Reverse transcription was performed with a First Strand cDNA Synthesis Kit for RT-PCR (Invitrogen, CA, USA). Previously extracted viral RNA was mixed with dNTP and random hexamers. We performed real-time PCR for pan-enterovirus with primers and probes based on the highly conserved region in the 5’-untranslated region of the enterovirus genome. The sequences of primers and probes are listed as follows: forward primer, 5’-TCCTCCGGCCCCTGAATG-3’; reverse primer, 5’-AATTGTCACCATAAGCAGCCA-3’; Pan-enterovirus probe, 6FAM-AACCGACTACTTTGGGTGTCCGTGTTTCXT-PH.

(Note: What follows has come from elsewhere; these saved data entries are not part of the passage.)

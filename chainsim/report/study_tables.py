"""Answers of studies on the terminal: limits, mends, unsure values, proving runs, step checks."""

from __future__ import annotations

from collections.abc import Sequence

from rich.console import Group
from rich.table import Table
from rich.text import Text

from chainsim.report.sweep_page import counts_text, reserve_text, short_names
from chainsim.study.limit_answer import Limit
from chainsim.study.limit_estimates import Estimate
from chainsim.study.mend import Mend
from chainsim.study.proving import Proving
from chainsim.study.ranking import reason
from chainsim.study.rows import relative_margin
from chainsim.study.step_check import Drift
from chainsim.study.sweeping import Sweep
from chainsim.study.unsure import Turn, Unsure
from chainsim.units import format_si

LOOKS = {"holds": "", "close": "bold", "fails": "bold reverse", "not judged": "dim"}
SHOWN = 12
"""Most lines of a table on the terminal [dimensionless]."""


def sweep_table(sweep: Sweep) -> Group:
    """Return the summary of a sweep: why the best variant is the best, and the best few.

    Parameters
    ----------
    sweep : Sweep
        The sweep.
    """
    ranked = sweep.ranking()
    axes = [axis.name for axis in sweep.plan.axes]
    table = _table("", "place", *short_names(axes), "outcome", "weakest finding", "its reserve")
    for entry in ranked[:SHOWN]:
        table.add_row(
            str(entry.place),
            *(Text(entry.point.labels[name]) for name in axes),
            outcome_text(entry.outcome),
            words(entry.weakest),
            reserve_text(entry.reserve),
        )
    return Group(Text(counts_text(sweep.rows())), Text(reason(ranked), style="bold"), table)


def list_table(sweep: Sweep) -> Table:
    """Return every point of a sweep with its state.

    Parameters
    ----------
    sweep : Sweep
        The sweep.
    """
    axes = [axis.name for axis in sweep.plan.axes]
    table = _table("", "run", *short_names(axes), "state", "outcome or reason")
    for point, line in sweep.entries():
        state = "to do" if line is None else line.state
        told = "" if line is None else line.text or line.outcome
        labels = (Text(point.labels[name]) for name in axes)
        table.add_row(point.id, *labels, state, Text(told.partition("\n")[0]))
    return table


def limit_table(limit: Limit, estimate: Estimate) -> Group:
    """Return a limit: the answer in sentences, then what gives way, then the scan.

    Parameters
    ----------
    limit : Limit
        The limit.
    estimate : Estimate
        The closed-form estimate beside it.
    """
    question = limit.question
    lines = [Text(sentence) for sentence in limit_sentences(limit, estimate)]
    scan = _table(question.title, "from", "to", "outcome")
    for stretch in limit.stretches:
        scan.add_row(
            question.shown(stretch.first),
            question.shown(stretch.last),
            outcome_text(stretch.outcome),
        )
    return Group(*lines, scan)


def limit_sentences(limit: Limit, estimate: Estimate) -> list[str]:
    """Return a limit in sentences.

    Parameters
    ----------
    limit : Limit
        The limit.
    estimate : Estimate
        The closed-form estimate beside it.
    """
    shown = limit.question.shown
    said = []
    if limit.fails is None:
        ends = f"{shown(limit.scan[0].value)} to {shown(limit.scan[-1].value)}"
        always = {stretch.outcome for stretch in limit.stretches} == {"fails"}
        said.append(f"It fails everywhere from {ends}." if always
                    else f"Nothing gives way anywhere from {ends}.")  # fmt: skip
    else:
        said.append(
            f"It fails at {shown(limit.fails.bad.value)} and no longer at "
            f"{shown(limit.fails.good.value)} ({limit.question.title})."
        )
        first, *others = limit.limiting or ({"name": "the run, which was not completed"},)
        said.append(f"What gives way: {words(first['name'])}.")
        if others:
            near = ", ".join(f"{words(f['name'])} ({f['outcome']})" for f in others[:2])
            said.append(f"Next to it: {near}.")
        if not limit.confirmed:
            said.append("A little beyond these two values the outcome is not the same: see below.")
    if limit.reserve is not None:
        said.append(f"It holds with its reserve at {shown(limit.reserve.good.value)}.")
    elif limit.fails is not None:
        said.append("Nowhere in the scan does it hold with its reserve on the way there.")
    if estimate.value is not None:
        said.append(f"Closed form: {shown(estimate.value)}; {estimate.text}.")
    else:
        said.append(f"Closed form: none; {estimate.text}.")
    lost = [(probe.value, failure) for probe in limit.scan if (failure := probe.row.failure)]
    if lost:
        said.append(
            f"{len(lost)} of {len(limit.scan)} runs could not be completed and count as failing, "
            f"as at {shown(lost[0][0])}: {lost[0][1].text}"
        )
    if sum(stretch.outcome == "fails" for stretch in limit.stretches) > 1:
        said.append("Pass and fail alternate: there are islands, listed below.")
    return said


def mend_table(found: Sequence[Mend]) -> Group:
    """Return the single changes that mend a lift, the smallest first.

    Parameters
    ----------
    found : sequence of Mend
        The changes.
    """
    if not found:
        return Group(Text("No single change of the keys that were tried turns it."))
    table = _table("", "change", "by", "still fails at", "then")
    for change in found:
        bad, good = change.proof
        table.add_row(
            Text(change.text),
            f"{change.value / change.present - 1:+.0%}",
            f"{bad.value:.4g} (run {bad.row.id})",
            Text.assemble(outcome_text(change.outcome), f" (run {good.row.id})"),
        )
    return Group(Text(f"The smallest single change that turns it: {found[0].text}."), table)


def unsure_table(found: Sequence[Unsure], kinds: dict[str, str | None]) -> Group:
    """Return what each unsure value does, what to measure first standing first.

    Parameters
    ----------
    found : sequence of Unsure
        The values.
    kinds : dict of str to (str or None)
        Unit kind of each value by its key.
    """
    turning = [entry for entry in found if entry.turns]
    if turning:
        said = "Measure first: " + ", ".join(entry.key for entry in turning[:3]) + "."
    else:
        said = "No finding turns at the end of any unsure value's range, one value at a time."
    table = _table("", "value", "low", "typical", "high", "turns", "largest swing of a margin")
    for entry in found[: max(SHOWN, len(turning))]:
        kind = kinds.get(entry.key)
        ends = (entry.low, entry.typical, entry.high)
        turns = "; ".join(
            [turn_text("low", turn) for turn in entry.at_low]
            + [turn_text("high", turn) for turn in entry.at_high]
            + [f"not completed at {reason_}" for reason_ in entry.not_completed]
        )
        table.add_row(
            entry.key,
            *(format_si(value, kind) if kind else f"{value:g}" for value in ends),
            Text(turns or "nothing"),
            f"{entry.swing:.0%} {words(entry.swinging)}" if entry.swinging else "–",
        )
    return Group(Text(said, style="bold"), table)


def turn_text(end: str, turn: Turn) -> str:
    """Return a turn in words, such as ``rate met fails at low``."""
    return f"{words(turn.finding)} {turn.after} at {end} ({turn.before} before)"


def proving_table(proof: Proving) -> Group:
    """Return findings by situation, with the situation in which each has the least reserve.

    Parameters
    ----------
    proof : Proving
        The proving run.
    """
    table = _table("", "finding", *proof.rows, "least reserve in")
    for name in proof.findings:
        worst = proof.worst(name)
        cells = [outcome_text(proof.outcome(name, situation)) for situation in proof.rows]
        where = f"{worst[0]} ({reserve_text(relative_margin(worst[1]))})" if worst else "–"
        table.add_row(words(name), *cells, where)
    lines = [Text(f"Not run: {name}: {why}") for name, why in proof.not_run.items()]
    return Group(table, *lines)


def drift_table(found: Sequence[Drift]) -> Table:
    """Return how far each finding moves with the step.

    Parameters
    ----------
    found : sequence of Drift
        Drift of each finding.
    """
    table = _table("", "finding", "full step", "half", "quarter", "moved", "order", "outcome")
    for drift in found:
        values = (drift.full, drift.half, drift.quarter)
        table.add_row(
            words(drift.name),
            *(f"{value:.5g} {drift.unit}" if value is not None else "–" for value in values),
            f"{drift.moved:.2%} of its scale" if drift.moved is not None else "–",
            f"{drift.order:.1f}" if drift.order is not None else "–",
            Text(" → ".join(drift.outcomes), style="bold reverse")
            if drift.turned
            else outcome_text(drift.outcomes[0]),
        )
    return table


def outcome_text(word: str) -> Text:
    """Return an outcome as a word in its look."""
    return Text(word, style=LOOKS.get(word, "dim"))


def words(name: str) -> str:
    """Return a name in words."""
    return name.replace("_", " ")


def _table(title: str, *headings: str) -> Table:
    table = Table(title=title or None, title_justify="left", title_style="bold")
    for heading in headings:
        table.add_column(heading)
    return table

The mixture was incubated for the reaction at 65°C for 5 minutes. We subsequently added reagents into the mixture, which included buffers, MgCl2, dithiothreitol (DTT), RNase inhibitors and reverse transcriptase. Subsequently, the samples were incubated at 25°C for 10 minutes followed by 50°C for 50 minutes, 85°C for 5 minutes, and 4°C for 5 minutes.

(c) molecular typing of the circulating enterovirus during the surveillance

A molecular typing of enterovirus was performed, once the samples showed positive results for enterovirus in real time RT-PCR or cytopathic effects. Three types of genogroup-specific generate oligonucleotide primers flanking the VP1 region were designed, including EntAF TNCARGCWGCNGARACNGG, EntAR outer ANGGRTTNGTNGMWGTYTGCCA, EntAR inner GGNGGNACRWACATRTAYTG; EntBF GCNGYNGARACNGGNCACAC, EntBR outer CTNGGRTTNGTNGANGWYTGCC, EntBR inner CCNCCNGGBGGNAYRTACAT; EntCF TNACNGCNGTNGANACHGG, EntCR onter TGCCANGTRTANTCRTCCC, EntCR inner GCNCCWGGDGGNAYRTACAT. The PCR product was purified using the Gel/PCR DNA fragments extraction kit (Geneaid, Taiwan) before sequencing. Auto-sequencing with the forward primer was performed on an ABI 3730XL automatic sequencer (AppliedBiosystems, CA, USA). The serotypes of the enterovirus were determined by comparing partial VP1 sequences to the sequences in the public gene database at the National Center for Biotechnology Information.

Phylogenetic analysis

To investigate the lineage of the circulating strains, we performed phylogenetic analysis for the partial sequence of the VP1 gene of present species and several previous CVA6 strains. The comparison of sequences was based on the partial VP1 sequences of CVA6. We selected the strains of CVA6 isolated from different countries between 2004 and 2012 to construct a phylogenetic tree: a) Taiwan, GenBank: EU908166 (2004), EU908170 (2005), JN896786 (2009), JN896796 (2009), JQ390220-JQ390221 (2010), KC297130-KC297135 (2010, strains from the current study); b) USA, AY421764 (2004); c) Finland, FJ870502- FJ870508 (2009); d) Japan, AB649286-AB649291 (2011); and e) China, JQ964234 (2012). We used Geneious 6.0.4 (Biomatters Ltd., New Zealand) to analyze the sequence and complete the diagram of phylogenetic analysis.

Statistics

We used SPSS Ver. 19 (IBM, USA) to analyze the clinical data. Descriptive statistics were expressed as mean ± standard deviation (SD) for continuous variables. The median value was used instead when continuous variables were not normally distributed. A Student’s t-test was used to compare the continuous variables with normal distributions in two independent groups; a Mann–Whitney U test was for continuous variables without normal distributions. A Chi square test was performed to compare categorical variables. P- values less than 0.05 were considered statistically significant.